/// The assessment document (`STEM.assessment.json`).
#[derive(Debug, Clone, PartialEq, Serialize, Deserialize)]
pub struct AssessmentDocument {
    pub tool_version: String,
    pub caution: String,
    /// The class raster's file name.
    pub classes: String,
    /// The reference's file name and kind (`raster` or `points`).
    pub reference: String,
    pub reference_kind: String,
    pub matching: Matching,
    /// Reference units used (pixels, or points on valid classes).
    pub units: u64,
    /// Points outside the raster, and points on nodata (class 0); 0 for a raster.
    pub points_outside: u64,
    pub points_on_nodata: u64,
    /// Adjusted Rand index of clusters against reference labels (before matching).
    pub adjusted_rand_index: Option<f64>,
    pub cluster_labels: Vec<ClusterLabel>,
    pub confusion: Confusion,
    pub overall_accuracy: Option<f64>,
    pub kappa: Option<f64>,
    pub per_label: Vec<LabelAccuracy>,
    /// Unit of the areas: `m2` when the class raster's pixels have a ground area (as
    /// `landcover` measures it), else `pixels`.
    pub area_unit: String,
    /// How the ground areas were measured (`landcover`'s `area_method` names).
    #[serde(default)]
    pub area_method: String,
    /// Error-adjusted areas (Olofsson et al. 2014), map labels as strata.
    pub areas: Option<AreaEstimates>,
    /// With `same` matching on a labelled map (`STEM.labelled.tif`): the labels document
    /// beside it (`STEM.labels.json`) whose names the map's numbers were compared by.
    #[serde(default, skip_serializing_if = "Option::is_none")]
    pub map_label_names: Option<String>,
    /// What the figures may not show (with `same` matching: no map label equals any
    /// reference label).
    #[serde(default, skip_serializing_if = "Vec::is_empty")]
    pub warnings: Vec<String>,
}

/// Counts gathered from the class raster and the reference.
struct Tally {
    /// Clusters (0..=255) × reference label index.
    table: Vec<Vec<u64>>,
    labels: Vec<String>,
    index: HashMap<String, usize>,
    /// Pixels of each class in the whole class raster, and their ground area (m², when
    /// the grid has one).
    class_pixels: Vec<u64>,
    class_area: Vec<f64>,
    outside: u64,
    on_nodata: u64,
}

impl Tally {
    fn new() -> Tally {
        Tally {
            table: vec![Vec::new(); 256],
            labels: Vec::new(),
            index: HashMap::new(),
            class_pixels: vec![0; 256],
            class_area: vec![0.0; 256],
            outside: 0,
            on_nodata: 0,
        }
    }

    /// Counts a mapped pixel of `class` at (col, row).
    fn map_pixel(&mut self, class: u8, areas: &PixelAreas, col: u32, row: u32) {
        self.class_pixels[class as usize] += 1;
        self.class_area[class as usize] += areas.at(col, row).unwrap_or(0.0);
    }

    fn add(&mut self, class: u8, label: &str) {
        let j = match self.index.get(label) {
            Some(&j) => j,
            None => {
                let j = self.labels.len();
                self.labels.push(label.to_string());
                self.index.insert(label.to_string(), j);
                self.table.iter_mut().for_each(|r| r.push(0));
                j
            }
        };
        self.table[class as usize][j] += 1;
    }
}

/// A class value as read (f32) → class number; refuses what is not 0..=255 whole.
fn class_of(path: &Path, v: f32) -> Result<u8> {
    if v.fract() == 0.0 && (0.0..=255.0).contains(&v) {
        Ok(v as u8)
    } else {
        Err(Error::InputData {
            path: path.into(),
            message: format!("holds {v}, not a class number 0 to 255"),
        })
    }
}

/// The affine pixel → map transform (x = a0 + a1·col + a2·row, y = a3 + a4·col + a5·row) of
/// pixel corners, from ModelPixelScale + ModelTiepoint or ModelTransformation.
fn affine(geo: &GeoTags) -> Option<[f64; 6]> {
    let reals = |v: &GeoTagValue| match v {
        GeoTagValue::Double(d) => Some(d.clone()),
        GeoTagValue::Float(f) => Some(f.iter().map(|&x| x as f64).collect()),
        _ => None,
    };
    // GTRasterTypeGeoKey 1025: 2 = pixel is point (tie points at pixel centres).
    let shift = if geo.geo_key(1025) == Some(2) {
        0.5
    } else {
        0.0
    };
    let t = if let (Some(s), Some(tp)) = (&geo.pixel_scale, &geo.tiepoint) {
        let (s, tp) = (reals(s)?, reals(tp)?);
        let (sx, sy) = (*s.first()?, *s.get(1)?);
        let (i, j, x, y) = (*tp.first()?, *tp.get(1)?, *tp.get(3)?, *tp.get(4)?);
        [
            x - (i - shift) * sx,
            sx,
            0.0,
            y + (j - shift) * sy,
            0.0,
            -sy,
        ]
    } else {
        let m = reals(geo.transformation.as_ref()?)?;
        if m.len() != 16 {
            return None;
        }
        let (x0, y0) = (m[3] - shift * (m[0] + m[1]), m[7] - shift * (m[4] + m[5]));
        [x0, m[0], m[1], y0, m[4], m[5]]
    };
    t.iter().all(|v| v.is_finite()).then_some(t)
}

/// Column and row of the pixel holding map point (x, y), if inside `w × h`.
fn pixel_of(t: &[f64; 6], x: f64, y: f64, w: u32, h: u32) -> Option<(u32, u32)> {
    let det = t[1] * t[5] - t[2] * t[4];
    if det == 0.0 {
        return None;
    }
    let (dx, dy) = (x - t[0], y - t[3]);
    let col = (t[5] * dx - t[2] * dy) / det;
    let row = (-t[4] * dx + t[1] * dy) / det;
    let inside = col >= 0.0 && row >= 0.0 && col < w as f64 && row < h as f64;
    inside.then(|| (col.floor() as u32, row.floor() as u32))
}

/// A class raster has one band.
fn one_band(classes: &Path, bands: usize) -> Result<()> {
    if bands == 1 {
        return Ok(());
    }
    Err(Error::InputData {
        path: classes.into(),
        message: format!("has {bands} bands; a class raster has one"),
    })
}

/// Counts a reference raster against the class raster, block row by block row.
fn tally_raster(classes: &Path, reference: &Path, limits: &Limits, t: &mut Tally) -> Result<()> {
    let mut cr = GeoRaster::open(classes, limits)?;
    let mut rr = GeoRaster::open(reference, limits)?;
    let (ci, ri) = (cr.info().clone(), rr.info().clone());
    one_band(classes, ci.bands)?;
    if (ci.width, ci.height) != (ri.width, ri.height) {
        return Err(Error::InputData {
            path: reference.into(),
            message: format!(
                "is {} × {} pixels, the class raster {} × {}: not the same grid",
                ri.width, ri.height, ci.width, ci.height
            ),
        });
    }
    let same =
        |a: &Option<GeoTagValue>, b: &Option<GeoTagValue>| a.is_none() || b.is_none() || a == b;
    if !(same(&ci.geo.pixel_scale, &ri.geo.pixel_scale)
        && same(&ci.geo.tiepoint, &ri.geo.tiepoint)
        && same(&ci.geo.transformation, &ri.geo.transformation))
    {
        return Err(Error::InputData {
            path: reference.into(),
            message: "its georeferencing differs from the class raster's: not the same grid".into(),
        });
    }
    let areas = PixelAreas::new(&ci.geo, ci.width, ci.height);
    let mut c_rows = crate::features::scene::RowReader::new(&mut cr);
    let mut r_rows = crate::features::scene::RowReader::new(&mut rr);
    let step = 64u32;
    let mut y = 0;
    while y < ci.height {
        let rows = step.min(ci.height - y);
        let cv = c_rows.rows(y, rows)?;
        let rv = r_rows.rows(y, rows)?;
        for (p, &c) in cv.iter().enumerate() {
            let class = class_of(classes, c)?;
            if class == 0 {
                continue;
            }
            t.map_pixel(class, &areas, p as u32 % ci.width, y + p as u32 / ci.width);
            let r = rv[p * ri.bands];
            if r == 0.0 || ri.is_nodata(r) || !r.is_finite() {
                continue;
            }
            if r.fract() != 0.0 {
                return Err(Error::InputData {
                    path: reference.into(),
                    message: format!("holds {r}; reference labels must be whole numbers"),
                });
            }
            t.add(class, &format!("{}", r as i64));
        }
        y += rows;
    }
    Ok(())
}

/// Reads reference points: a header with `x`, `y` and `label` columns, then one point a line.
fn read_points(path: &Path, limits: &Limits) -> Result<Vec<(f64, f64, String)>> {
    let text = limits.read_text(path, "reference point table")?;
    let table = |line: usize, message: String| Error::Table {
        path: path.into(),
        line: Some(line),
        message,
    };
    let t = super::labels::SmallTable::parse(&text, false)
        .ok_or_else(|| table(1, "the table is empty".into()))?;
    let find = |n: &str| {
        t.col(n).ok_or_else(|| {
            table(
                1,
                format!("no \"{n}\" column (the header needs x, y and label)"),
            )
        })
    };
    let (ix, iy, il) = (find("x")?, find("y")?, find("label")?);
    let mut out = Vec::new();
    for (line, f) in &t.rows {
        let get = |k: usize| f.get(k).copied().unwrap_or("");
        let num = |k: usize, n: &str| {
            get(k)
                .parse::<f64>()
                .ok()
                .filter(|v| v.is_finite())
                .ok_or_else(|| {
                    table(
                        *line,
                        format!("column \"{n}\": '{}' is not a number", get(k)),
                    )
                })
        };
        let label = get(il);
        if label.is_empty() {
            return Err(table(*line, "the label is empty".into()));
        }
        out.push((num(ix, "x")?, num(iy, "y")?, label.to_string()));
    }
    if out.is_empty() {
        return Err(table(1, "the table holds no point".into()));
    }
    Ok(out)
}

= Task goal =
Scan the lines above for "fn new() ->" and for "self.class_pixels[class as usize]". Repeat exactly the line holding each of them and every line in between.

= Completed task =
    fn new() -> Tally {
        Tally {
            table: vec![Vec::new(); 256],
            labels: Vec::new(),
            index: HashMap::new(),
            class_pixels: vec![0; 256],
            class_area: vec![0.0; 256],
            outside: 0,
            on_nodata: 0,
        }
    }

    /// Counts a mapped pixel of `class` at (col, row).
    fn map_pixel(&mut self, class: u8, areas: &PixelAreas, col: u32, row: u32) {
        self.class_pixels[class as usize] += 1;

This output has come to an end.